* YOUR TASK *
Every line of the entries below from the one containing "static void power_n_over_2n(void)" to the one containing "w.d.reference_level = 0;", both ends included, must be written out exactly. No other line belongs in the answer.

(Stored items)
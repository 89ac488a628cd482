/* SPDX-License-Identifier: GPL-3.0-or-later */
/* test_allocate.c: shares: hand-computed examples, and bounds against a naive bisection. */
#include <math.h>

#include "analysis/allocate.h"
#include "analysis/share_bounds.h"
#include "analysis/targets.h"
#include "tiny_world.h"
#include "unit.h"

enum { WORLDS = 4000, BISECTIONS = 200 };

#define NEAR(a, b) CU_ASSERT_DOUBLE_EQUAL(a, b, 1e-12)

static const bool all_open[TINY_LEVELS] = {true, true, true, true, true, true, true, true};
static const double ones[TINY_LEVELS] = {1, 1, 1, 1, 1, 1, 1, 1};

static void shares(double *out, struct share_remarks *remarks, const struct tiny_world *w,
                   const double *p, double none, const double *variance, const double *n,
                   const bool *open)
{
    double total = 0;
    for (size_t k = 0; k < w->d.levels; k++)
        total += n[k];
    const struct share_inputs in = {&w->d, open, p, none, variance, n, total};
    allocate_adapted(out, remarks, &in);
}

static void world(struct tiny_world *w, int control)
{
    tiny_init(w, 4, control);
    tiny_target(w, &rule_optimal, 0, OF_BEST);
}

/* Placebo and three levels; none 0.3 adds 0.1 to each. */
static void first_step_by_hand(void)
{
    const double p[4] = {0, 0.1, 0.2, 0.4}, n[4] = {9, 9, 9, 9};
    double a[4];
    struct share_remarks r;
    struct tiny_world w;
    world(&w, 0);
    w.d.allocation.control_share = 0.25;
    shares(a, &r, &w, p, 0.3, ones, n, all_open);
    NEAR(a[0], 0.25);
    NEAR(a[1], 0.75 * 0.2);
    NEAR(a[2], 0.75 * 0.3);
    NEAR(a[3], 0.75 * 0.5);
    w.d.allocation.power = 2;
    shares(a, &r, &w, p, 0.3, ones, n, all_open);
    NEAR(a[1], 0.75 * 4 / 38);
    NEAR(a[3], 0.75 * 25 / 38);
    w.d.allocation.control_kind = CONTROL_SHARE_AS_LARGEST;
    shares(a, &r, &w, p, 0.3, ones, n, all_open);
    NEAR(a[0], a[3]);
    NEAR(a[0], 25.0 / 38 / (1 + 25.0 / 38));
}

/* (Var / (n + 1))^information; 0^0 = 1; without a control the shares are a. */
static void information_by_hand(void)
{
    const double p[4] = {0.25, 0.25, 0.5, 0}, n[4] = {3, 0, 7, 1}, v[4] = {4, 1, 2, 0};
    double a[4];
    struct share_remarks r;
    struct tiny_world w;
    world(&w, LEVEL_NONE);
    w.d.allocation.information = 1;
    shares(a, &r, &w, p, 0, v, n, all_open); /* 0.25, 0.25, 0.125, 0 */
    NEAR(a[0], 0.4);
    NEAR(a[1], 0.4);
    NEAR(a[2], 0.2);
    NEAR(a[3], 0);
    w.d.allocation.information = 0.5; /* 0.25, 0.25, 0.25, 0 */
    shares(a, &r, &w, p, 0, v, n, all_open);
    NEAR(a[0], 1.0 / 3);
    NEAR(a[2], 1.0 / 3);
    w.d.allocation.information = 0;
    w.d.allocation.power = 0;
    shares(a, &r, &w, p, 0, v, n, all_open);
    NEAR(a[3], 0.25);
}

static void power_n_over_2n(void)
{
    const double p[4] = {0.04, 0.16, 0.64, 0.16}, n[4] = {25, 25, 25, 25};
    double a[4];
    struct share_remarks r;
    struct tiny_world w;
    world(&w, LEVEL_NONE);
    w.d.allocation.power_kind = POWER_N_OVER_2N;
    w.d.subjects = 100; /* n = 100, power 1/2: 0.2, 0.4, 0.8, 0.4 */
    shares(a, &r, &w, p, 0, ones, n, all_open);
    NEAR(a[0], 0.2 / 1.8);
    NEAR(a[2], 0.8 / 1.8);
}

static void all_zero_weights_share_equally(void)
{
    const double p[4] = {0, 0.5, 0.5, 0}, n[4] = {0}, v[4] = {1, 0, 0, 1};
    const bool open[4] = {true, true, true, false};
    double a[4];
    struct share_remarks r;
    struct tiny_world w;
    world(&w, 0);
    w.d.allocation.information = 1;
    w.d.allocation.control_share = 0;
    w.d.allocation.drop_below = 0.6; /* both are the largest, and stay */
    shares(a, &r, &w, p, 0, v, n, open);
    CU_ASSERT_TRUE(r.all_zero);
    NEAR(a[0], 0);
    NEAR(a[1], 0.5);
    NEAR(a[2], 0.5);
    NEAR(a[3], 0);
}

static void dropping(void)
{
    const double p[4] = {0.04, 0.06, 0.3, 0.6}, n[4] = {0};
    double a[4];
    struct share_remarks r;
    struct tiny_world w;
    world(&w, LEVEL_NONE);
    w.d.allocation.drop_below = 0.05;
    shares(a, &r, &w, p, 0, ones, n, all_open);
    NEAR(a[0], 0);
    NEAR(a[1], 0.06 / 0.96);
    NEAR(a[3], 0.6 / 0.96);
    w.d.allocation.drop_below = 0.9; /* the largest stays */
    shares(a, &r, &w, p, 0, ones, n, all_open);
    NEAR(a[3], 1);
    w.target[0].of = 1; /* levels that serve for comparison are never dropped */
    w.d.reference_level = 0;
    shares(a, &r, &w, p, 0, ones, n, all_open);
    NEAR(a[0], 0.04 / 0.7);
    NEAR(a[1], 0.06 / 0.7);
    NEAR(a[2], 0);
}

/* A dropped level has no least share. */
static void bounds_after_dropping(void)
{
    const double p[4] = {0.01, 0.1, 0.2, 0.69}, n[4] = {0};
    double a[4];
    struct share_remarks r;
    struct tiny_world w;
    world(&w, LEVEL_NONE);
    w.d.allocation.drop_below = 0.05;
    for (size_t k = 0; k < 4; k++) {
        w.at_least[k] = 0.15;
        w.at_most[k] = 0.6;
    }
    shares(a, &r, &w, p, 0, ones, n, all_open);
    NEAR(a[0], 0);
    NEAR(a[1], 0.15);
    NEAR(a[2], 0.25);
    NEAR(a[3], 0.6);
    for (size_t k = 0; k < 4; k++)
        w.at_most[k] = 0.3; /* three levels cannot reach 1 */
    shares(a, &r, &w, p, 0, ones, n, all_open);
    CU_ASSERT_TRUE(r.no_bounds);
    NEAR(a[0], 0);
    NEAR(a[1], 1.0 / 3);
    NEAR(a[3], 1.0 / 3);
}

static void what_is_missing_is_shared(void)
{
    const double p[4] = {0, 0, 0, 1}, n[4] = {0};
    double a[4];
    struct share_remarks r;
    struct tiny_world w;
    world(&w, LEVEL_NONE);
    w.at_most[3] = 0.4;
    w.at_most[0] = 0.1;
    shares(a, &r, &w, p, 0, ones, n, all_open);
    CU_ASSERT_TRUE(r.filled_up);
    NEAR(a[0], 0.1);
    NEAR(a[1], 0.25);
    NEAR(a[2], 0.25);
    NEAR(a[3], 0.4);
}

static void closed_levels_get_nothing(void)
{
    const double p[4] = {0, 0.25, 0, 0.25}, n[4] = {0};
    const bool open[4] = {true, true, false, true};
    double a[4];
    struct share_remarks r;
    struct tiny_world w;
    world(&w, 0);
    w.d.allocation.control_share = 0.2;
    shares(a, &r, &w, p, 0.5, ones, n, open);
    NEAR(a[0], 0.2);
    NEAR(a[1], 0.4);
    CU_ASSERT_EQUAL(a[2], 0);
    w.ratio[3] = 2;
    allocate_fixed(a, &w.d, open);
    CU_ASSERT_EQUAL(a[0], 0.25);
    CU_ASSERT_EQUAL(a[2], 0);
    CU_ASSERT_EQUAL(a[3], 0.5);
}

/* ---- bounds against bisection ---- */

static double held(double x, double low, double high)
{
    return fmin(high, fmax(low, x));
}

static double total(size_t n, const double *a, const double *least, const double *most, double l)
{
    double sum = 0;
    for (size_t k = 0; k < n; k++)
        sum += held(l * a[k], least[k], most[k]);
    return sum;
}

static double bisect(size_t n, const double *a, const double *least, const double *most)
{
    double low = 0, high = 1e6;
    for (int i = 0; i < BISECTIONS; i++) {
        const double middle = (low + high) / 2;
        if (total(n, a, least, most, middle) < 1)
            low = middle;
        else
            high = middle;
    }
    return high;
}

/* Whole hundredths, so that bounds and shares often coincide. */
static size_t random_case(uint64_t *state, double *a, double *least, double *most)
{
    const size_t n = 1 + tiny_random(state, TINY_LEVELS);
    double sum = 0;
    for (size_t k = 0; k < n; k++) {
        a[k] = tiny_random(state, 3) == 0 ? 0 : (double)tiny_random(state, 50);
        least[k] = (double)tiny_random(state, 26) / 100;
        most[k] = fmin(1, least[k] + (double)tiny_random(state, 60) / 100);
        sum += a[k];
    }
    if (!(sum > 0))
        sum = a[0] = 1;
    for (size_t k = 0; k < n; k++)
        a[k] /= sum;
    return n;
}

static double sum_of(size_t n, const double *x)
{
    double sum = 0;
    for (size_t k = 0; k < n; k++)
        sum += x[k];
    return sum;
}

static void check_case(size_t n, const double *a, const double *least, const double *most,
                       int *seen)
{
    double x[TINY_LEVELS], lambda = bisect(n, a, least, most), reach = 0;
    for (size_t k = 0; k < n; k++) {
        x[k] = a[k];
        reach += a[k] > 0 ? most[k] : least[k];
    }
    const enum bounds_outcome got = share_bounds(n, x, least, most);
    const bool impossible = sum_of(n, most) < 1 - 1e-9 || sum_of(n, least) > 1 + 1e-9;
    seen[got]++;
    CU_ASSERT_DOUBLE_EQUAL(sum_of(n, x), 1, 1e-9);
    CU_ASSERT_EQUAL(got, impossible         ? BOUNDS_EQUAL
                         : reach < 1 - 1e-9 ? BOUNDS_FILLED_UP
                                            : BOUNDS_KEPT);
    for (size_t k = 0; k < n; k++) {
        if (got != BOUNDS_EQUAL)
            CU_ASSERT(x[k] >= least[k] - 1e-12 && x[k] <= most[k] + 1e-12);
        if (got == BOUNDS_EQUAL)
            NEAR(x[k], 1 / (double)n);
        if (got == BOUNDS_KEPT)
            CU_ASSERT_DOUBLE_EQUAL(x[k], held(lambda * a[k], least[k], most[k]), 1e-9);
        if (got == BOUNDS_FILLED_UP && a[k] > 0)
            CU_ASSERT_EQUAL(x[k], most[k]);
    }
    /* equal additions: whoever is below its most got no less than anybody else */
    for (size_t k = 0; got == BOUNDS_FILLED_UP && k < n; k++)
        for (size_t i = 0; i < n; i++)
            if (!(a[k] > 0) && !(a[i] > 0) && x[k] < most[k] - 1e-9)
                CU_ASSERT(x[k] - least[k] >= x[i] - least[i] - 1e-9);
}

static void bounds_against_bisection(void)
{
    uint64_t state = 20261201;
    int seen[3] = {0};
    for (int i = 0; i < WORLDS; i++) {
        double a[TINY_LEVELS], least[TINY_LEVELS], most[TINY_LEVELS];
        const size_t n = random_case(&state, a, least, most);
        check_case(n, a, least, most, seen);
    }
    for (int i = 0; i < 3; i++)
        CU_ASSERT(seen[i] > 50);
}

static void bounds_that_do_not_bind_change_nothing(void)
{
    const double least[3] = {0}, most[3] = {1, 1, 1}, a[3] = {0.1, 0.2, 0.7};
    double x[3] = {0.1, 0.2, 0.7};
    CU_ASSERT_EQUAL(share_bounds(3, x, least, most), BOUNDS_KEPT);
    for (size_t k = 0; k < 3; k++)
        CU_ASSERT_EQUAL(x[k], a[k]);
}

static const struct unit_test tests[] = {
    {"step 1 and the control's share by hand", first_step_by_hand},
    {"information by hand", information_by_hand},
    {"power n/2N", power_n_over_2n},
    {"all weights zero", all_zero_weights_share_equally},
    {"dropping", dropping},
    {"bounds after dropping", bounds_after_dropping},
    {"what is missing is shared", what_is_missing_is_shared},
    {"closed levels get nothing", closed_levels_get_nothing},
    {"bounds against bisection", bounds_against_bisection},
    {"bounds that do not bind", bounds_that_do_not_bind_change_nothing},
    UNIT_END};

int main(void)
{
    return unit_main("allocate", tests);
}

* ANSWER TO THE PROBLEM *
static void power_n_over_2n(void)
{
    const double p[4] = {0.04, 0.16, 0.64, 0.16}, n[4] = {25, 25, 25, 25};
    double a[4];
    struct share_remarks r;
    struct tiny_world w;
    world(&w, LEVEL_NONE);
    w.d.allocation.power_kind = POWER_N_OVER_2N;
    w.d.subjects = 100; /* n = 100, power 1/2: 0.2, 0.4, 0.8, 0.4 */
    shares(a, &r, &w, p, 0, ones, n, all_open);
    NEAR(a[0], 0.2 / 1.8);
    NEAR(a[2], 0.8 / 1.8);
}

static void all_zero_weights_share_equally(void)
{
    const double p[4] = {0, 0.5, 0.5, 0}, n[4] = {0}, v[4] = {1, 0, 0, 1};
    const bool open[4] = {true, true, true, false};
    double a[4];
    struct share_remarks r;
    struct tiny_world w;
    world(&w, 0);
    w.d.allocation.information = 1;
    w.d.allocation.control_share = 0;
    w.d.allocation.drop_below = 0.6; /* both are the largest, and stay */
    shares(a, &r, &w, p, 0, v, n, open);
    CU_ASSERT_TRUE(r.all_zero);
    NEAR(a[0], 0);
    NEAR(a[1], 0.5);
    NEAR(a[2], 0.5);
    NEAR(a[3], 0);
}

static void dropping(void)
{
    const double p[4] = {0.04, 0.06, 0.3, 0.6}, n[4] = {0};
    double a[4];
    struct share_remarks r;
    struct tiny_world w;
    world(&w, LEVEL_NONE);
    w.d.allocation.drop_below = 0.05;
    shares(a, &r, &w, p, 0, ones, n, all_open);
    NEAR(a[0], 0);
    NEAR(a[1], 0.06 / 0.96);
    NEAR(a[3], 0.6 / 0.96);
    w.d.allocation.drop_below = 0.9; /* the largest stays */
    shares(a, &r, &w, p, 0, ones, n, all_open);
    NEAR(a[3], 1);
    w.target[0].of = 1; /* levels that serve for comparison are never dropped */
    w.d.reference_level = 0;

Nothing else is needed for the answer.